Loraine commanded the sloop , based at Kingston, Jamaica. In May 1873, the governor of Puerto Plata, Dominican Republic broke into the local British consulate to arrest three asylum seekers. Loraine and the Niobe were summoned, and forced the governor to personally release the prisoners. The local Dominican troops were required to raise the Union Jack and honour it with a twenty-one gun salute.

In June 1873, the Niobe bombarded the Honduran fortress at Omoa, forcing the local commander to capitulate in a dispute with a British funded railway construction company.

==The Virginius Affair==

Since October 1870 the ship, Virginius, a sidewheel steamer over 200 ft (61m) long, capable of remarkable speed due to its powerful engines, was used to transport arms and men to aid the insurgencies against Spain in Cuba and Venezuela. The ship was regarded by Spain as a pirate ship and had several narrow escapes.

On 23 October 1873 Virginius sailed from Kingston, Jamaica with 102 Cuban insurgents. At Port-au-Prince 300 Remingtons and 300,000 cartridges were loaded on board. At Comito 800 daggers, 800 machetes, a barrel of powder and a case of shoes were loaded. The ship headed for Cuba, but never reached shore. About 6 miles from land it was intercepted by the Spanish warship Tornado under the command of Captain Dionisio Costilla and an 8-hour sea chase ensued. During this chase, guns and equipment were dropped overboard to lighten the ship, however the poor physical condition of the ship and engines caused Captain Fry to surrender the ship barely 6 miles from the Jamaican coast.

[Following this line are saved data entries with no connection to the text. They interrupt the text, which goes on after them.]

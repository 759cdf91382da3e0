"use client";

import { queryOptions, useMutation, useQueryClient } from "@tanstack/react-query";
import type { ProjectListItem, ProjectOverview } from "@/lib/services/projects";
import type { InvitationSummary } from "@/lib/services/invitations";
import type { CreateProjectInput } from "@/lib/schemas/project";
import type { InviteToProjectInput } from "@/lib/schemas/invitation";
import { api } from "./api";
import { keys } from "./keys";

export const projectsQuery = () =>
  queryOptions({
    queryKey: keys.projects,
    queryFn: () => api<{ projects: ProjectListItem[] }>("/api/v1/projects").then((r) => r.projects),
  });

export const projectQuery = (id: string) =>
  queryOptions({
    queryKey: keys.project(id),
    queryFn: () => api<ProjectOverview>(`/api/v1/projects/${encodeURIComponent(id)}`),
  });

export function useCreateProject() {
  const qc = useQueryClient();
  return useMutation({
    mutationFn: (input: Partial<CreateProjectInput>) => api<ProjectListItem>("/api/v1/projects", { method: "POST", body: input }),
    onSuccess: () => qc.invalidateQueries({ queryKey: keys.projects }),
  });
}

type InviteResult = { invitation: InvitationSummary; delivery: { status: "sent" | "failed"; error?: string } };

export function useInvite(projectId: string) {
  const qc = useQueryClient();
  return useMutation({
    mutationFn: (input: Partial<InviteToProjectInput>) =>
      api<InviteResult>(`/api/v1/projects/${encodeURIComponent(projectId)}/invitations`, { method: "POST", body: input }),
    onSuccess: () => qc.invalidateQueries({ queryKey: keys.project(projectId) }),
  });
}

export function useRevokeInvitation(projectId: string) {
  const qc = useQueryClient();
  return useMutation({
    mutationFn: (invitationId: string) =>
      api(`/api/v1/projects/${encodeURIComponent(projectId)}/invitations/${encodeURIComponent(invitationId)}`, { method: "DELETE" }),
    // Optimistic: the row leaves the list at once and comes back if the server refuses.
    onMutate: async (invitationId) => {
      await qc.cancelQueries({ queryKey: keys.project(projectId) });
      const before = qc.getQueryData<ProjectOverview>(keys.project(projectId));
      if (before?.invitations) {
        qc.setQueryData<ProjectOverview>(keys.project(projectId), {
          ...before,
          invitations: before.invitations.filter((i) => i.id !== invitationId),
        });
      }
      return { before };
    },
    onError: (_e, _id, ctx) => ctx?.before && qc.setQueryData(keys.project(projectId), ctx.before),
    onSettled: () => qc.invalidateQueries({ queryKey: keys.project(projectId) }),
  });
}

export function useUpdateProject(projectId: string) {
  const qc = useQueryClient();
  return useMutation({
    mutationFn: (input: Record<string, unknown>) => api<ProjectOverview>(`/api/v1/projects/${encodeURIComponent(projectId)}`, { method: "PATCH", body: input }),
    onSuccess: (next) => qc.setQueryData(keys.project(projectId), next),
  });
}

export function useRemoveMember(projectId: string) {
  const qc = useQueryClient();
  return useMutation({
    mutationFn: (userId: string) =>
      api<{ removed: string; self: boolean }>(`/api/v1/projects/${encodeURIComponent(projectId)}/members/${encodeURIComponent(userId)}`, { method: "DELETE" }),
    // Someone who removed themselves can no longer read the project: refresh only the list.
    onSuccess: (res) =>
      Promise.all([res.self ? qc.removeQueries({ queryKey: keys.project(projectId) }) : qc.invalidateQueries({ queryKey: keys.project(projectId) }), qc.invalidateQueries({ queryKey: keys.projects })]),
  });
}
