"use client";

import { queryOptions, useMutation, useQueryClient } from "@tanstack/react-query";
import type { Me } from "@/lib/services/settings";
import type { getFirmAccounts } from "@/lib/services/firm";
import type { UpdateSettingsInput } from "@/lib/schemas/settings";
import type { InviteSignUpInput, InviteToFirmInput } from "@/lib/schemas/invitation";
import type { ChangePasswordInput, CompletePasswordResetInput, RequestPasswordResetInput } from "@/lib/schemas/account";
import type { FirmAccount } from "@/lib/services/firm";
import type { SessionView } from "@/lib/services/sessions";
import { api } from "./api";
import { keys } from "./keys";

export type FirmView = ReturnType<typeof getFirmAccounts>;

export const meQuery = () => queryOptions({ queryKey: keys.me, queryFn: () => api<Me>("/api/v1/me") });
export const sessionsQuery = () =>
  queryOptions({ queryKey: keys.sessions, queryFn: () => api<{ sessions: SessionView[] }>("/api/v1/me/sessions").then((r) => r.sessions) });
export const firmQuery = () => queryOptions({ queryKey: keys.firm, queryFn: () => api<FirmView>("/api/v1/firm/accounts") });

export function useUpdateSettings() {
  const qc = useQueryClient();
  return useMutation({
    mutationFn: (input: Partial<UpdateSettingsInput>) => api<Me>("/api/v1/me", { method: "PATCH", body: input }),
    onSuccess: (me) => {
      qc.setQueryData(keys.me, me);
      // Every screen formats lengths by the preference: refetch what is on screen.
      return qc.invalidateQueries();
    },
  });
}

export function useInviteToFirm() {
  const qc = useQueryClient();
  return useMutation({
    mutationFn: (input: Partial<InviteToFirmInput>) => api("/api/v1/firm/invitations", { method: "POST", body: input }),
    onSuccess: () => qc.invalidateQueries({ queryKey: keys.firm }),
  });
}

export function useAcceptInvitation(token: string) {
  return useMutation({
    mutationFn: () => api<{ projectId: string | null }>(`/api/v1/invitations/${encodeURIComponent(token)}/accept`, { method: "POST" }),
  });
}

export function useCreateInvitedAccount(token: string) {
  return useMutation({
    mutationFn: (input: Partial<InviteSignUpInput>) =>
      api<{ email: string; projectId: string | null }>(`/api/v1/invitations/${encodeURIComponent(token)}/account`, { method: "POST", body: input }),
  });
}

export function useRequestPasswordReset() {
  return useMutation({
    mutationFn: (input: Partial<RequestPasswordResetInput>) => api<{ message: string }>("/api/v1/password-reset", { method: "POST", body: input }),
  });
}

export function useCompletePasswordReset(token: string) {
  return useMutation({
    mutationFn: (input: Partial<CompletePasswordResetInput>) =>
      api<{ reset: true }>(`/api/v1/password-reset/${encodeURIComponent(token)}`, { method: "POST", body: input }),
  });
}

export function useChangePassword() {
  const qc = useQueryClient();
  return useMutation({
    mutationFn: (input: Partial<ChangePasswordInput>) =>
      api<{ changed: true; otherSessionsEnded: number }>("/api/v1/me/password", { method: "POST", body: input }),
    onSuccess: () => qc.invalidateQueries({ queryKey: keys.sessions }),
  });
}

export function useEndSession() {
  const qc = useQueryClient();
  return useMutation({
    mutationFn: (sessionId: string) => api<{ ended: number; current: boolean }>(`/api/v1/me/sessions/${encodeURIComponent(sessionId)}`, { method: "DELETE" }),
    onSuccess: () => qc.invalidateQueries({ queryKey: keys.sessions }),
  });
}

export function useEndAllSessions() {
  return useMutation({ mutationFn: () => api<{ ended: number }>("/api/v1/me/sessions", { method: "DELETE" }) });
}

export function useSetAccountDisabled() {
  const qc = useQueryClient();
  return useMutation({
    mutationFn: ({ userId, disabled }: { userId: string; disabled: boolean }) =>
      api<FirmAccount>(`/api/v1/firm/accounts/${encodeURIComponent(userId)}`, { method: "PATCH", body: { disabled } }),
    onSuccess: () => qc.invalidateQueries({ queryKey: keys.firm }),
  });
}
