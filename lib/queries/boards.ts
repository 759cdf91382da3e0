"use client";

import { useMutation, useQueryClient } from "@tanstack/react-query";
import type { BoardView } from "@/lib/services/boards";
import { api } from "./api";

export const boardKey = (projectId: string, roomId: string, surfaceKey: string) => ["projects", projectId, "rooms", roomId, "boards", surfaceKey] as const;

const boardPath = (b: { projectId: string; roomId: string; surfaceKey: string }) =>
  `/api/v1/projects/${encodeURIComponent(b.projectId)}/rooms/${encodeURIComponent(b.roomId)}/boards/${encodeURIComponent(b.surfaceKey)}`;

export const fetchBoard = (b: { projectId: string; roomId: string; surfaceKey: string }) => api<BoardView>(boardPath(b));
export const putBoard = (b: { projectId: string; roomId: string; surfaceKey: string }, body: unknown) => api<BoardView>(boardPath(b), { method: "PUT", body });
export const putDrawing = (b: { projectId: string; roomId: string; surfaceKey: string }, body: unknown) => api<BoardView>(`${boardPath(b)}/drawing`, { method: "PUT", body });

export function usePinActions(b: { projectId: string; roomId: string; surfaceKey: string }, onChanged: () => void) {
  const qc = useQueryClient();
  const done = () => {
    onChanged();
    return qc.invalidateQueries({ queryKey: ["projects", b.projectId, "rooms"] });
  };
  const create = useMutation({ mutationFn: (body: { x: number; y: number; body: string }) => api<{ id: string; number: number }>(`${boardPath(b)}/pins`, { method: "POST", body }), onSuccess: done });
  const reply = useMutation({
    mutationFn: ({ pinId, body }: { pinId: string; body: string }) => api(`/api/v1/projects/${encodeURIComponent(b.projectId)}/pins/${encodeURIComponent(pinId)}/replies`, { method: "POST", body: { body } }),
    onSuccess: done,
  });
  const resolve = useMutation({
    mutationFn: ({ pinId, resolved }: { pinId: string; resolved: boolean }) => api(`/api/v1/projects/${encodeURIComponent(b.projectId)}/pins/${encodeURIComponent(pinId)}/resolve`, { method: "POST", body: { resolved } }),
    onSuccess: done,
  });
  return { create, reply, resolve };
}
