def _flag_duplicates(spectra: list[SeriesSpectrum]) -> tuple[list[SeriesSpectrum], list[str]]:
    """Flag replicate temperatures (different files at one temperature); refuse one file listed twice."""
    for i, s in enumerate(spectra):
        first = next((o for o in spectra[:i] if o.file == s.file), None)
        if first is not None:
            raise InputError(f"{s.file.name} is already {first.where} ({first.temperature_k:g} K); one file is one "
                             "spectrum: give each [[spectrum]] its own file", where=f"{s.where}.file")
    temperatures = [s.temperature_k for s in spectra]
    notes, out = [], []
    for s in spectra:
        twins = [o.where for o in spectra if o is not s and o.temperature_k == s.temperature_k]
        if twins:
            out.append(dataclasses.replace(s, flags=s.flags + ("duplicate-temperature",)))
        else:
            out.append(s)
    repeated = sorted({t for t in temperatures if temperatures.count(t) > 1})
    if repeated:
        notes.append("more than one spectrum at " + ", ".join(f"{t:g} K" for t in repeated)
                     + ": replicates, or a typing slip in temperature_k?")
    return out, notes


def load_series(path: str | Path) -> Series:
    """Read a series file (TOML) and the model it names.

    Parameters
    ----------
    path : str or Path
        The series file.

    Returns
    -------
    Series

    Raises
    ------
    InputError
        One line naming the file and key: unknown or missing keys, a temperature that looks like degrees
        Celsius, a fit parameter the model does not have, a bad model file...
    """
    path = Path(path)
    data = read_toml(path)
    folder = path.resolve().parent
    try:
        check_keys(data, SERIES_KEYS, "", required=("model", "spectrum"))
        if not isinstance(data["model"], str) or not data["model"].strip():
            raise InputError(f"expected the path of the model file, got {data['model']!r}", where="model")
        fit = dict(check_keys(data.get("fit", {}), SERIES_FIT_KEYS, "fit"))
        reference = fit.pop("reference_line", None)
        reference = None if reference is None else _reference_line(reference, "fit.reference_line")
        treatments = _treatments(fit, reference)
        below = _slow_exchange_below(fit.pop("slow_exchange_below_k", None))
        options = _series_options(fit, treatments)
        spectra = _spectra(data, folder, options)
    except InputError as err:
        raise err.located(source=path) from None
    model_file, model = named_model(data["model"], path)
    treatments, options, spectra = _without_absent_quantities(model, treatments, options, spectra)
    _check_parameter_names(model, options, spectra, path)
    _check_rate_ceilings(options, spectra, path)
    try:
        spectra, notes = _flag_duplicates(spectra)
    except InputError as err:
        raise err.located(source=path) from None
    hints = celsius_hints([s.temperature_k for s in spectra], model.temperature_k)
    return Series(path.resolve(), model_file, model, options, treatments["shifts"], below, tuple(spectra),
                  tuple(hints + notes), treatments, reference, tuple(hints))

On 2 November 1873 a council of war was held by Spanish officials after the arrival of the captured Virginius at Santiago de Cuba harbour. Four ranking officers of the Army of Liberation were executed at 6am on 4 November 1873. Following a court-martial on 7 November the captain of Virginius and 36 members of the crew were executed by firing squad the same day. A further 12 Cuban revolutionaries were executed the next day. It was Sir Lambton Loraine who intervened, arriving at Santiago de Cuba harbour as commander of Niobe. Loraine immediately sent the following communique to the Spanish Military Commander of Santiago, General Burriel:

Military Commander of Santiago – Sir: I have no orders from my government, because they are not aware of what is happening; but I assume the responsibility and I am convinced that my conduct will be approved by Her Britannic Majesty, because my actions are pro-humanity and pro-civilisation, I demand that you stop this dreadful butchery that is taking place here. I do not believe that I need explain what my actions will be in case my demand is not heeded. (signed) Lambton Loraine

In 1873, he was awarded with the 'freedom of the city of New York' for services rendered to the United States.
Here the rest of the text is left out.